BEGIN Given data

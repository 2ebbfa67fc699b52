//! Python bindings of Spinfall: the compiled module `spinfall._spinfall` behind the Python
//! package `spinfall` (built with maturin: `pip install ./python`).
//!
//! What it is: a thin skin over the library crates, like the command line and the desktop app.
//! Shape models are opened by `spinfall_workflow::shape`, the gravity method is chosen by
//! `spinfall_workflow::gravity_method`, fields are evaluated by the same batch kernel and check
//! as `spinfall gravity` (`spinfall_workflow::export::evaluate_points`), and scenarios are
//! prepared, flown and mapped by `spinfall_workflow::{prepare, run, surface}`. So the same
//! inputs give the same numbers, bit for bit, as the command line on the same machine.
//!
//! - [`shape::PyShape`] (`spinfall.Shape`): a validated shape model and its mass properties;
//! - [`field::PyField`] (`spinfall.Field`): the direct or interpolated field, `evaluate(points)`
//!   on an (n, 3) numpy array with the GIL released;
//! - [`scenario::PyScenario`] (`spinfall.Scenario`): `fly()` and `surface_map()`, run off the
//!   Python thread ([`background`]) with progress and Ctrl+C;
//! - [`flights::PyFlightResults`] (`spinfall.FlightResults`): per-launch dicts of numpy arrays
//!   with the trajectories of both frames;
//! - [`errors`]: `SpinfallError` (a `ValueError`) and `SpinfallOSError` (an `OSError`) with the
//!   workflow's messages; no panic reaches Python as a panic.
//!
//! What it is not: no physics, file formats or method choices of its own, no subprocesses, and
//! no output files (results come back as arrays; write them with numpy or run `spinfall fly`).
//! It is tested from Python (`python/tests`, pytest) against the command line and against
//! closed forms, not by `cargo test`.
//!
//! ```python
//! import numpy as np, spinfall
//! field = spinfall.Field(spinfall.Shape.builtin(), density_kg_m3=1900.0)
//! print(field.evaluate(np.array([[4000.0, 0.0, 0.0]]))["acceleration_m_s2"])
//! ```
//!
//! Spinfall is a research and planning tool, **not flight-certified**.
//!
//! The workspace's `unsafe_code = "deny"` holds here too: the FFI glue is PyO3's, generated
//! by its macros (which the lint does not count as this crate's code), and this crate has no
//! `unsafe` of its own.
#![warn(missing_docs)]

pub mod arrays;
pub mod background;
pub mod convert;
pub mod errors;
pub mod field;
pub mod flights;
pub mod scenario;
pub mod shape;

use std::ffi::CString;

use pyo3::prelude::*;

pyo3::create_exception!(
    spinfall,
    SpinfallWarning,
    pyo3::exceptions::PyUserWarning,
    "A warning that does not stop the work: a shape model repaired, a scenario setting without \
     effect, a cache folder that cannot be used (the command line prints these on stderr)."
);

/// Raises `message` as a `spinfall.SpinfallWarning` (through Python's `warnings` module, so
/// filters apply; an "error" filter turns it into an exception).
pub fn warn(py: Python<'_>, message: &str) -> PyResult<()> {
    let text =
        CString::new(message.replace('\0', " ")).unwrap_or_else(|_| CString::from(c"warning"));
    let category = py.get_type::<SpinfallWarning>();
    PyErr::warn(py, category.as_any(), &text, 2)
}

/// The compiled part of the `spinfall` package.
#[pymodule]
fn _spinfall(m: &Bound<'_, PyModule>) -> PyResult<()> {
    let py = m.py();
    m.add_class::<shape::PyShape>()?;
    m.add_class::<field::PyField>()?;
    m.add_class::<scenario::PyScenario>()?;
    m.add_class::<flights::PyFlightResults>()?;
    m.add("SpinfallError", py.get_type::<errors::SpinfallError>())?;
    m.add("SpinfallOSError", py.get_type::<errors::SpinfallOSError>())?;
    m.add("SpinfallWarning", py.get_type::<SpinfallWarning>())?;
    m.add("CAUTION", spinfall_workflow::CAUTION)?;
    m.add("G_SI", spinfall_gravity::G_SI)?;
    m.add("__version__", env!("CARGO_PKG_VERSION"))?;
    Ok(())
}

END Given data

Return the lines beginning at the one that contains "The compiled part" and continuing through the last line of the data, exactly as they stand and without any others.

Your solution:
/// The compiled part of the `spinfall` package.
#[pymodule]
fn _spinfall(m: &Bound<'_, PyModule>) -> PyResult<()> {
    let py = m.py();
    m.add_class::<shape::PyShape>()?;
    m.add_class::<field::PyField>()?;
    m.add_class::<scenario::PyScenario>()?;
    m.add_class::<flights::PyFlightResults>()?;
    m.add("SpinfallError", py.get_type::<errors::SpinfallError>())?;
    m.add("SpinfallOSError", py.get_type::<errors::SpinfallOSError>())?;
    m.add("SpinfallWarning", py.get_type::<SpinfallWarning>())?;
    m.add("CAUTION", spinfall_workflow::CAUTION)?;
    m.add("G_SI", spinfall_gravity::G_SI)?;
    m.add("__version__", env!("CARGO_PKG_VERSION"))?;
    Ok(())
}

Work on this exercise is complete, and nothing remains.